The light green pear-shaped pot had been kept as an ornament at the semi-detached Dorset home of an unnamed middle-aged businessman and his wife, and had been in the family for generations.
They did not know it was from the 18th century and had direct connections to the Chinese imperial Qing dynasty. Expert Lee Young, of Duke’s Auctioneers in
Dorchester, who had been invited to the modest property to value some ornaments, said his heart ‘skipped a beat’ when he handled the rare object. He identified the stamp on its base as being that of the Chinese emperor Qianlong – the sixth emperor of the Qing dynasty who reigned between 1735 and 1796 – while the lid has a finial of a peach, which was a symbol of immortality at the time. ‘I realised immediately I was handling a piece made for the emperor himself,’ he said. ‘The quality of the potting marks this piece out as an imperial masterpiece.’ But even he estimated the teapot would probably fetch between £1,000 and £2,000. However, when it went under the hammer in Dorchester on Monday, ten bidders battled to buy it, with the winner bidding £800,000. Auction house fees took the overall price to £1,040,000.

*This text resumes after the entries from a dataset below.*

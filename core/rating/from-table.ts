import { requireFinite } from './validate';
import type { Rating, RatingSegment } from './types';

/** One row of a rating table as the office hands it out: gauge height (m) and discharge (m³/s). */
export interface TableRow {
  stage_m: number;
  discharge_m3s: number;
}

/**
 * A table kept as a rating with log–log interpolation between its rows: between rows i and i+1,
 * ln Q is linear in ln(h − e), which is exactly a power-law segment Q = C_i·(h − e)^b_i from row i
 * with b_i = ln(Q_{i+1}/Q_i)/ln((h_{i+1} − e)/(h_i − e)) and C_i = Q_i/(h_i − e)^b_i. The first
 * piece reaches down to the offset, the last one carries on above the top row (extrapolation).
 * Rows with zero discharge are allowed at the bottom only, at or below the offset. offset_m (m) is the
 * gauge height of zero flow; by default the highest stage with zero discharge in the table.
 * Every row is reproduced exactly (to rounding); a zero-flow row above a given offset cannot be, and is
 * refused. Throws a RangeError naming the row that is wrong.
 */
export function ratingFromTable(rows: readonly TableRow[], offset_m?: number): Rating {
  if (!Array.isArray(rows)) throw new RangeError('ratingFromTable needs a list of (stage, discharge) rows');
  rows.forEach((r, i) => {
    requireFinite('ratingFromTable', `stage_m in row ${i + 1}`, r?.stage_m);
    requireFinite('ratingFromTable', `discharge_m3s in row ${i + 1}`, r?.discharge_m3s);
    if (r.discharge_m3s < 0) throw new RangeError(`ratingFromTable needs discharges ≥ 0 m³/s; row ${i + 1} has ${r.discharge_m3s}`);
    if (i > 0 && !(r.stage_m > rows[i - 1].stage_m)) {
      throw new RangeError(`ratingFromTable needs stages strictly ascending; row ${i + 1} at ${r.stage_m} m is not above row ${i} at ${rows[i - 1].stage_m} m`);
    }
    if (i > 0 && rows[i - 1].discharge_m3s > 0 && !(r.discharge_m3s > rows[i - 1].discharge_m3s)) {
      throw new RangeError(`ratingFromTable needs discharges strictly rising with stage; row ${i + 1} has ${r.discharge_m3s} m³/s, not above row ${i}`);
    }
  });
  const flowing = rows.filter((r) => r.discharge_m3s > 0);
  const dry = rows.filter((r) => r.discharge_m3s === 0);
  if (flowing.length < 2) throw new RangeError(`ratingFromTable needs at least 2 rows with discharge above 0; got ${flowing.length}`);
  const e = offset_m ?? (dry.length > 0 ? dry[dry.length - 1].stage_m : undefined);
  if (e === undefined) {
    throw new RangeError('ratingFromTable needs the stage of zero flow: give an offset, or a row with discharge 0 at the bottom of the table');
  }
  requireFinite('ratingFromTable', 'offset_m', e);
  // A dry row above the offset could not be reproduced: the first piece flows everywhere above the offset.
  const dryAbove = rows.findIndex((r) => r.discharge_m3s === 0 && r.stage_m > e);
  if (dryAbove >= 0) {
    throw new RangeError(
      `ratingFromTable cannot reproduce row ${dryAbove + 1}: it gives no flow at ${rows[dryAbove].stage_m} m, above the stage of zero flow ${e} m; ` +
        `give the stage of zero flow at or above ${rows[dryAbove].stage_m} m, or remove that row`,
    );
  }
  if (!(e < flowing[0].stage_m)) {
    throw new RangeError(`ratingFromTable needs the offset below the lowest row with flow (${flowing[0].stage_m} m); got ${e} m`);
  }
  const segments: RatingSegment[] = [];
  for (let i = 0; i + 1 < flowing.length; i++) {
    const a = flowing[i];
    const b = flowing[i + 1];
    const exponent = Math.log(b.discharge_m3s / a.discharge_m3s) / Math.log((b.stage_m - e) / (a.stage_m - e));
    const coefficient = a.discharge_m3s / Math.pow(a.stage_m - e, exponent);
    // The first piece also applies below its row, down to the offset (validateSegments lets the first segment reach down).
    segments.push({ fromStage_m: a.stage_m, coefficient, offset_m: e, exponent });
  }
  return { segments };
}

Mr Young said the newly rich vendor was still in a state of ‘sheer disbelief’. He added: ‘The battle between ten telephone bidders took ten minutes, with the price jumping in £20,000 increments.
‘At one stage the price jumped by £100,000 as a buyer tried to frighten off others.
‘The saleroom was packed and the crowd broke into spontaneous applause when the auctioneer’s gavel fell.’
In the same sale, a Chinese boxwood carving sold for £185,000 and a Jade meerkat figure, expected to sell for £300, fetched £50,000.